End mills are driven at spindle speed calculations depending on bit diameter, surface speed (sfm) of the cutting medium or:
"*RPM = (3.82 x SFM) / D*". 

The rated SFM is the same for end mills as it is for drill bits. SFM for drill bits for a 1/4" (0.250") drill bit in hardwood is 1500 SFM. So the spindle speed rated for a 1/4" end mill in hardwood is calculated as 22920 rpm. So, that answers the speed rating question. It's a wash.

Impact effects on a carbide end mill are the same as a solid carbide spiral cutter. They are both solid carbide. why assume that they would be different? My experience shows me that the tolerances on metal milling cutters to be to higher tolerances than woodworking equivalences. The tooling tolerances produced by each are "different."

A concern of mine which wasn't brought up is whether the end mill's cutter's flutes, which were designed to carry away metal shavings are adequate to carry away wood shavings at that speed. If not, then you burn up the bit. I don't know that answer, but the flutes on an end mill look similar but shorter than a spiral cutter.

So it still leaves a question in my mind- Why... Why use an end mill to cut wood? A router bit is designed for wood as the medium. It's cutter's angles are designed to maximize quality cutting of that medium. The flutes are designed to carry away wood shavings effectively as not to overheat the bit. End mills cost about the same or more than an equivalent sized spiral cutter router bit. 

I figure an end mill could be used in a pinch, but why? I've never done it, so from someone that has, what are, if any, any "advantages" to using an end mill on wood?


----------



## Phil P (Jul 25, 2010)

bobj3 said:


> It's true that Amana sales (see link below) many very nice bits but I just don't buy from them the norm the prices are just about always to high and you need to get over the 35.oo dollar price total to get free shipping from the dealer below, I always try to suggest the best price and shipping ,that can be a deal deal on the bottom line..

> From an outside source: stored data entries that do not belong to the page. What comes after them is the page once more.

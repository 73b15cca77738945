"""Embedded fonts: DejaVu Sans (regular, bold) and DejaVu Sans Mono from matplotlib's data.

reportlab's standard 14 fonts are not embedded in the PDF, so a reader may
substitute them; a TrueType font registered here is embedded (subset) in every
sheet set. DejaVu ships with matplotlib (mpl-data/fonts/ttf), which the package
already depends on, so no extra font files are needed. It also covers the
symbols the sheets print (Greek letters, superscripts, <=, x).

reportlab keeps registered fonts in a process-wide table; registering is
idempotent, so calling ``register_fonts`` from each build is safe.
"""

from __future__ import annotations

from dataclasses import dataclass
from pathlib import Path

import matplotlib
from reportlab.lib.fonts import addMapping
from reportlab.pdfbase import pdfmetrics
from reportlab.pdfbase.ttfonts import TTFont


@dataclass(frozen=True)
class Fonts:
    regular: str = "SheetsSans"
    bold: str = "SheetsSans-Bold"
    mono: str = "SheetsMono"


FILES = {
    "SheetsSans": "DejaVuSans.ttf",
    "SheetsSans-Bold": "DejaVuSans-Bold.ttf",
    "SheetsSans-Oblique": "DejaVuSans-Oblique.ttf",
    "SheetsMono": "DejaVuSansMono.ttf",
}


def font_folder() -> Path:
    return Path(matplotlib.get_data_path()) / "fonts" / "ttf"


def register_fonts() -> Fonts:
    """Register the TrueType fonts with reportlab (once per process) and return their names."""
    folder = font_folder()
    registered = set(pdfmetrics.getRegisteredFontNames())
    for name, file in FILES.items():
        if name not in registered:
            pdfmetrics.registerFont(TTFont(name, str(folder / file)))
    # <b> and <i> in paragraphs map onto the embedded faces, never a standard-14 font
    addMapping("SheetsSans", 0, 0, "SheetsSans")
    addMapping("SheetsSans", 1, 0, "SheetsSans-Bold")
    addMapping("SheetsSans", 0, 1, "SheetsSans-Oblique")
    addMapping("SheetsSans", 1, 1, "SheetsSans-Bold")
    return Fonts()
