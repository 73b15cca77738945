"""One build of the invented girder project's sheet set, shared by the report tests."""

from __future__ import annotations

import pytest
from girder_project import write_project

from sheets.build import build_sheets


@pytest.fixture(scope="session")
def built(tmp_path_factory):
    """(project path, SheetBuild) of one build, for tests that only read the outputs."""
    folder = tmp_path_factory.mktemp("girder")
    path = write_project(folder)
    return path, build_sheets(path, folder / "out")
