What is supported is what the sheets' figures use: filled and stroked paths
with alpha, dashes, caps and joins, clip rectangles and clip paths, markers,
collections, text (as paths) and images (embedded as raster, e.g. a colour
bar). Hatching is not drawn.
"""

from __future__ import annotations

import io
import pickle
from dataclasses import dataclass
from functools import cached_property
from pathlib import Path

import numpy as np
from matplotlib.backend_bases import FigureCanvasBase, RendererBase, register_backend
from matplotlib.figure import Figure
from matplotlib.path import Path as MplPath
from reportlab.pdfgen.canvas import Canvas
from reportlab.platypus import Flowable

from sheets.report.document import layout_only
from sheets.report.pdf_form import PdfForm, draw_form, pdf_form
from sheets.report.pdf_image import from_pixels

_CAP = {"butt": 0, "round": 1, "projecting": 2}
_JOIN = {"miter": 0, "round": 1, "bevel": 2}


@dataclass(frozen=True)
class _Style:
    stroke: tuple[float, float, float, float] | None
    fill: tuple[float, float, float, float] | None
    width: float
    cap: int
    join: int
    dashes: tuple[float, tuple[float, ...]] | None


@dataclass(frozen=True)
class VectorFigure:
    """A figure as recorded path operations, in points, origin at the lower left."""

    width: float  # pt
    height: float  # pt
    # ("path", path operators, style operators, (fill alpha, stroke alpha), paint operator, clip)
    # | ("image", x, y, w, h, PdfImage, clip); clip is a path in operators, or None
    ops: tuple
    smallest_text: float = float("inf")  # pt at scale 1: the smallest type size drawn (as glyph outlines)

    @cached_property
    def form(self) -> PdfForm:
        """The figure as one PDF form XObject, compressed (sheets.report.pdf_form); made on first use, and
        pickled with the figure from then on (the worker that draws a figure makes it)."""
        return pdf_form(self.width, self.height, self.ops)

    def draw(self, canvas: Canvas, x: float, y: float, scale: float = 1.0) -> None:
        """Place the figure on ``canvas`` at (x, y), scaled."""
        draw_form(canvas, self.form, x, y, scale)

    def pdf_bytes(self, title: str = "", author: str = "") -> bytes:
        """A one-page PDF of just this figure (deterministic bytes)."""
        from sheets.report.document import binary_streams
        from sheets.report.fonts import register_fonts

        buf = io.BytesIO()
        with binary_streams():
            canvas = Canvas(buf, pagesize=(self.width, self.height), invariant=1, pageCompression=1,
                            initialFontName=register_fonts().regular)
            canvas.setTitle(title)
            canvas.setAuthor(author)
            canvas.setCreator("sheets")
            self.draw(canvas, 0, 0)
            canvas.showPage()
            canvas.save()
        return buf.getvalue()


def _style_operators(style: _Style) -> str:
    """PDF operators that set one path's colours, width, caps, joins and dashes."""
    ops = []
    if style.fill is not None:
        ops.append("%.4f %.4f %.4f rg" % style.fill[:3])
    if style.stroke is not None:
        ops.append("%.4f %.4f %.4f RG %.3f w %d J %d j" % (*style.stroke[:3], style.width, style.cap, style.join))
        if style.dashes:
            ops.append("[%s] %.3f d" % (" ".join("%.3f" % d for d in style.dashes[1]), style.dashes[0]))
        else:
            ops.append("[] 0 d")
    return " ".join(ops)


_WORDS = {MplPath.MOVETO: "%.2f %.2f m", MplPath.LINETO: "%.2f %.2f l", MplPath.CLOSEPOLY: "h"}
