- Two cells sharing a face have a_c - a_c' parallel to the face normal (phi is
  continuous across it), so the vertices of the cells around a member form a
  planar polygon perpendicular to the member.
- Ordered counter-clockwise about the member direction u_e (start to end), the
  polygon's vector area is alpha_e u_e. Around a node the polygons of its
  members close into a polyhedral surface, whose vector areas sum to zero:
  sum_e alpha_e d_e = 0. So t_e = sigma alpha_e is in equilibrium at every
  node, by construction.
- The overall sign sigma is fixed as in section 6 (sheets.reciprocal.cells): a
  face whose outward normal points along its member, away from the node,
  stands for tension. sigma is chosen so that the node cells have positive
  volume; nodes whose cell then comes out inverted are reported.
- Outside the complex: beyond each boundary face f the stress function takes
  the slope g_f = a_c + lambda_f n_f (continuous across f). Boundary members
  close their polygons through these exterior vertices, and each boundary
  node receives the external force that closes its cell. By default lambda_f
  makes g_f the projection of one exterior slope (the plane that best fits the
  lifted boundary nodes); when the lifted boundary nodes lie on one plane the
  frame is self-stressed (no external force).

Forces are quadratic in the heights: a face of area a stands for a force of a
newtons when heights are in m sqrt(N). The project file gives heights in
(display length) x sqrt(display force), e.g. m sqrt(kN).

Analysis use: heights (and exterior slopes lambda) are fitted to the analysed
forces by nonlinear least squares (scipy.optimize.least_squares, analytic
Jacobian). The fit residual is reported; where no lift reproduces the forces
the caller falls back to the per-node cells of section 6.
"""

from __future__ import annotations

from dataclasses import dataclass
from itertools import combinations

import numpy as np
import scipy.sparse as sp
from scipy.optimize import least_squares
from scipy.spatial import ConvexHull, Delaunay, QhullError

FIT_TOLERANCE = 1e-6  # largest |t_fit - t| / largest |t| for "a lift reproduces the forces"
FIT_NODE_LIMIT = 400  # larger complexes are not fitted (the sheets say so)


class ComplexError(ValueError):
    """The cells given (or found) are not a cell complex whose edges are the members."""


@dataclass(frozen=True)
class CellComplex:
    """Cells of the form, their faces and which members they meet.

    Dual vertices are numbered cells first (0..C-1), then exterior slopes, one
    per boundary face (C..C+B-1).
    """

    cells: tuple[tuple[int, ...], ...]  # node indices per cell
    faces: tuple[tuple[int, ...], ...]  # node loops of every face
    face_cells: tuple[tuple[int, ...], ...]  # 1 (boundary) or 2 cells per face
    face_normals: np.ndarray  # (F, 3) unit, outward from face_cells[f][0]
    boundary_faces: np.ndarray  # (B,) face indices on the boundary
    polygons: tuple[tuple[int, ...], ...]  # per member: dual vertex ids, CCW about u_e
    boundary_nodes: np.ndarray  # (n,) bool
    source: str  # "cells" or "tetrahedra found"

    @property
    def n_cells(self) -> int:
        return len(self.cells)


@dataclass(frozen=True)
class PolarDiagram:
    complex: CellComplex
    heights: np.ndarray  # (n,) m sqrt(N)
    exterior: np.ndarray  # (B,) lambda per boundary face
    points: np.ndarray  # (C+B, 3) dual vertices, sqrt(N)
    forces: np.ndarray  # (m,) N, tension positive
    external: np.ndarray  # (n, 3) N, the external force each node needs
    sign: int  # sigma
    inverted_nodes: tuple[int, ...]  # node cells with negative volume under sigma
    planarity: float  # largest height misfit of a non-tetrahedral cell / largest |height|
    perpendicularity: float  # largest |(p - p0) . u_e| / polygon size
    interior_closure: float  # largest |sum_e t_e d_e| at interior nodes / largest |t|

    def polygon(self, e: int) -> np.ndarray:
        return self.points[list(self.complex.polygons[e])]


@dataclass(frozen=True)
class Fit:
    diagram: PolarDiagram | None
    misfit: float  # largest |t_fit - t| / largest |t|
    fits: bool
    note: str


# -- building the complex -------------------------------------------------------------


def _convex_faces(coords: np.ndarray, cell: tuple[int, ...]) -> list[tuple[tuple[int, ...], np.ndarray]]:
    """Faces of a convex cell as (node loop, outward unit normal); coplanar hull triangles merged."""
    pts = coords[list(cell)]
    hull = ConvexHull(pts)
    if len(hull.vertices) != len(cell):
        raise ComplexError("a cell lists a node inside its own hull")
    groups: list[tuple[np.ndarray, float, set[int]]] = []
    for simplex, eq in zip(hull.simplices, hull.equations):
        for normal, offset, nodes in groups:
            if np.linalg.norm(normal - eq[:3]) < 1e-9 and abs(offset - eq[3]) < 1e-9 * (1 + abs(offset)):
                nodes.update(int(x) for x in simplex)
                break
        else:
            groups.append((eq[:3].copy(), float(eq[3]), {int(x) for x in simplex}))
    out = []
    for normal, _, nodes in groups:
        local = np.array(sorted(nodes))
        p = pts[local]
        centre = p.mean(axis=0)
        e1 = p[0] - centre
        e1 /= np.linalg.norm(e1)
        e2 = np.cross(normal, e1)
        order = np.argsort(np.arctan2((p - centre) @ e2, (p - centre) @ e1))
        out.append((tuple(int(cell[k]) for k in local[order]), normal / np.linalg.norm(normal)))
    return out
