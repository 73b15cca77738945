"""The contents page read back: every entry's page number is the page where its heading is printed.

The sheet set is laid out in passes that draw nothing until the page numbers settle (document.SheetDocument);
this reads the finished PDF with pdfplumber and finds each heading by its type size, independently of how
the numbers were found.
"""

from __future__ import annotations

import re
from itertools import takewhile
import statistics

import pdfplumber

ENTRY = re.compile(r"^(?P<title>.+?)\s*(?:\.\s*){3,}(?P<page>\d+)$")  # "Envelopes . . . . 81"


def _heading_lines(page, body_size: float) -> list[str]:
    """The lines of a page set larger than the body text: its headings (the running head is smaller)."""
    lines: dict[float, list] = {}
    for w in page.extract_words(extra_attrs=["size"]):
        if w["size"] > body_size + 1.0:
            lines.setdefault(round(w["top"]), []).append(w)
    return [" ".join(w["text"] for w in sorted(ws, key=lambda w: w["x0"])) for _, ws in sorted(lines.items())]


def test_contents_page_numbers_are_where_the_headings_land(built):
    _, result = built
    with pdfplumber.open(result.pdf) as pdf:
        sizes = [w["size"] for page in pdf.pages for w in page.extract_words(extra_attrs=["size"])]
        body = statistics.median(sizes)  # most words are body and table text
        text = next(t for t in (page.extract_text().split("\n") for page in pdf.pages) if "Contents" in t)
        start = text.index("Contents") + 1
        entries = [(m["title"], int(m["page"])) for m in takewhile(bool, (ENTRY.match(line.strip()) for line in text[start:]))]
        assert len(entries) >= 8  # every section, and the load cases under the forces
        headings = [_heading_lines(page, body) for page in pdf.pages]
    for title, number in entries:
        where = [i + 1 for i, lines in enumerate(headings) if any(line.startswith(title) for line in lines)]
        assert where and where[0] == number, (title, number, where)
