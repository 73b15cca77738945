"""Tables of one-line cells are drawn by ``PlainTable``; reportlab's own Table is the reference for how they look.

Each table is drawn both ways on a page of its own and the two PDFs are compared: the same words in the same
fonts at the same places (pdfplumber), and the same picture (rendered through pypdfium2; only anti-aliasing
may differ by a few levels of grey).
"""

from __future__ import annotations

import io

import numpy as np
import pdfplumber
import pytest
from reportlab.lib.pagesizes import A4
from reportlab.pdfbase.pdfmetrics import getFont
from reportlab.platypus import SimpleDocTemplate

from sheets.report.fonts import register_fonts
from sheets.report.plain_table import PlainTable
from sheets.report.tables import _grid, make_styles, table

HEADER = ["Member", "Force [kN]", "State", "A long header that wraps"]
ROWS = [[f"M{i:03d}", f"{(i - 7) * 12.345:,.2f}", "tension" if i % 3 else "compression", i * 7] for i in range(24)]
WIDTHS = [60.0, 80.0, 70.0, 90.0]


def _pdf(flowable) -> bytes:
    buffer = io.BytesIO()
    SimpleDocTemplate(buffer, pagesize=A4, invariant=1).build([flowable])
    return buffer.getvalue()


def _words(pdf: bytes) -> list[list[tuple]]:
    with pdfplumber.open(io.BytesIO(pdf)) as doc:
        return [sorted((w["text"], round(w["x0"], 2), round(w["top"], 2), w["fontname"][7:], round(w["size"], 2))
                       for w in page.extract_words(extra_attrs=["fontname", "size"])) for page in doc.pages]


def _pixels(pdf: bytes) -> list[np.ndarray]:
    with pdfplumber.open(io.BytesIO(pdf)) as doc:
        return [np.asarray(page.to_image(resolution=110).original.convert("L"), dtype=int) for page in doc.pages]


@pytest.mark.parametrize("compact", [False, True])
def test_a_plain_table_looks_as_reportlabs_table(compact):
    styles = make_styles(register_fonts(), 8.0)
    plain = table(styles, HEADER, ROWS, numeric={1, 3}, widths=WIDTHS, highlight=[2, 5], title="Forces", compact=compact)
    assert isinstance(plain, PlainTable)
    reference = _grid(styles, "Table 1. Forces", HEADER, ROWS, {1, 3}, WIDTHS, [2, 5], True, compact)
    ours, theirs = _pdf(plain), _pdf(reference)
    assert _words(ours) == _words(theirs)
    for a, b in zip(_pixels(ours), _pixels(theirs), strict=True):
        assert np.abs(a - b).max() <= 48  # anti-aliasing of line ends; a missing fill or line differs by 100 and more
        assert (np.abs(a - b) > 8).mean() < 0.001


def test_a_long_plain_table_continues_under_its_caption_and_header():
    styles = make_styles(register_fonts(), 8.0)
    rows = [[f"R{i:04d}", f"{i * 0.5:.1f}"] for i in range(300)]
    long = table(styles, ["Row", "Value"], rows, numeric={1}, widths=[60.0, 60.0], title="Every row")
    with pdfplumber.open(io.BytesIO(_pdf(long))) as doc:
        pages = [page.extract_text() for page in doc.pages]
    assert len(pages) > 2
    printed = [w for text in pages for w in text.split() if len(w) == 5 and w.startswith("R") and w[1:].isdigit()]
    assert printed == [f"R{i:04d}" for i in range(300)]
    assert pages[0].startswith("Table 1. Every row\nRow Value")
    assert all(text.startswith("Table 1 (continued).\nRow Value") for text in pages[1:])


def test_cells_that_wrap_keep_reportlabs_table():
    styles = make_styles(register_fonts(), 8.0)
    rows = [["M1", "a reason long enough to wrap in its narrow cell"]]
    assert not isinstance(table(styles, ["Member", "Why"], rows, widths=[40.0, 80.0]), PlainTable)
    assert not isinstance(table(styles, ["Member", "Why"], [["M1", "short"]]), PlainTable)  # no widths: reportlab sizes


def test_text_beyond_a_fonts_first_256_characters_prints_the_same():
    # 300 letters the font has fill reportlab's first subset of it: later ones go in a second subset, which
    # the table must select in mid-text
    styles = make_styles(register_fonts(), 8.0)
    glyphs = getFont(styles.fonts.regular).face.charToGlyph
    letters = [chr(c) for c in range(0x100, 0x2000) if c in glyphs and chr(c).isalpha()][:300]
    rows = [[f"C{i:02d}", "".join(letters[10 * i:10 * i + 10])] for i in range(30)]
    plain = table(styles, ["Row", "Letters"], rows, widths=[40.0, 120.0], title="Letters")
    assert isinstance(plain, PlainTable)
    reference = _grid(styles, "Table 1. Letters", ["Row", "Letters"], rows, set(), [40.0, 120.0], [], True, False)
    ours = _words(_pdf(plain))
    assert ours == _words(_pdf(reference))
    assert set(letters) <= set("".join(w[0] for w in ours[0]))  # every letter read back, none lost
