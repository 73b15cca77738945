"""Assembling from an earlier build's page layout (SheetDocument.multiBuild ``seed``).

The claim under test: the pages fall alike whatever page numbers the passes start from,
so a build seeded with any layout, right, stale or foreign, writes the bytes of a build
from nothing; a right seed takes one pass instead of the usual four.
"""

from __future__ import annotations

from dataclasses import replace
from pathlib import Path

import pytest

from sheets.analysis import analyse
from sheets.analysis.member_checks import member_checks
from sheets.model import load_project
from sheets.report import document
from sheets.report.assemble import assemble_from
from sheets.report.templates import load_template

DEMOS = Path(__file__).resolve().parents[2] / "demo_projects"


@pytest.fixture(scope="module")
def roof():
    analysis = analyse(load_project(DEMOS / "warehouse_roof" / "warehouse_roof.toml"))
    return analysis, member_checks(analysis), load_template("a4-portrait")


def _assembled(seed, roof, monkeypatch) -> tuple[bytes, document.Layout, int]:
    passes = []
    build = document.SheetDocument.build

    def counted(self, *args, **kw):
        passes.append(self.drawing)
        return build(self, *args, **kw)

    monkeypatch.setattr(document.SheetDocument, "build", counted)
    analysis, checks, template = roof
    pdf, layout = assemble_from(seed, analysis, checks, (), template)
    monkeypatch.setattr(document.SheetDocument, "build", build)
    return pdf, layout, len(passes)


def test_a_seed_gives_the_same_bytes_in_one_pass(roof, monkeypatch):
    fresh, layout, passes = _assembled(None, roof, monkeypatch)
    assert passes >= 3 and layout.pages > 1 and len(layout.contents[0]) > 5
    seeded, again, one = _assembled(layout, roof, monkeypatch)
    assert one == 1
    assert seeded == fresh and again == layout


def test_a_wrong_seed_still_gives_the_same_bytes(roof, monkeypatch):
    fresh, layout, _ = _assembled(None, roof, monkeypatch)
    shifted = tuple(tuple((level, text, page + 3, key) for level, text, page, key in toc) for toc in layout.contents)
    stale = replace(layout, contents=shifted, pages=layout.pages + 5)
    foreign = document.Layout((((0, "A section of another set", 2, "x"),),), 40)
    for seed in (stale, foreign, document.Layout((), 3)):
        pdf, found, passes = _assembled(seed, roof, monkeypatch)
        assert pdf == fresh and found == layout
        assert passes > 1  # the seed did not hold: laid out again until the pages settled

In my experience cheapest often isn't best, Bob, especially when it comes to router cutters. I use most of my tools to make a living. An "inexpensive" cutter which doesn't perform well, or which breaks, or which damages work, will almost always cost me more than it's worth - sometimes many times. Fotr that reason an "industrial quality" cutter which performs well and will last me several years (or at least several jobs) makes a lot more sense to me and in this case I'm recommending based on experience of using these cutters. At $35 (GBP £22) for a decent mortise cutter isn't overly expensive in my eyes. I think that it's often a case of you get what you pay for in this world, but as Mike has stated above, _"There is no 'One size fits all' solution."_

Regards

Phil


----------



## CW1 (Mar 20, 2012)

You have been looking at the wrong endmills. Lay a solid carbide two flute endmill next to a spiral router bit. Try to tell them apart. You can't as they are the same. Setting the speed by SPM is not just for endmills cutting metal. It's for any cutter cutting any material. The harder the material, the more critical speed becomes. This is the reason that many machine shops will only do aluminum. They can do all kinds of stupid crap and get away with it. The usual SPM for carbide cutting wood is generally 5000 SPM. Run the numbers on that. 

CW
Retired machinist


----------



## Willway (Aug 16, 2012)

CW1 said:


> You have been looking at the wrong endmills. Lay a solid carbide two flute endmill next to a spiral router bit. Try to tell them apart. You can't as they are the same. Setting the speed by SPM is not just for endmills cutting metal. It's for any cutter cutting any material. The harder the material, the more critical speed becomes. This is the reason that many machine shops will only do aluminum. They can do all kinds of stupid crap and get away with it. The usual SPM for carbide cutting wood is generally 5000 SPM. Run the numbers on that.
> 
> CW
> Retired machinist


I have to agree with CW. The advantage of solid carbide end mills is the cost, and being able to find them in surplus outlets/large flea markets.


----------



## Stick486 (Jan 4, 2013)

Willway said:


> I have to agree with CW. The advantage of solid carbide end mills is the cost, and being able to find them in surplus outlets/large flea markets.


try wholesale machine tool outlets...


----------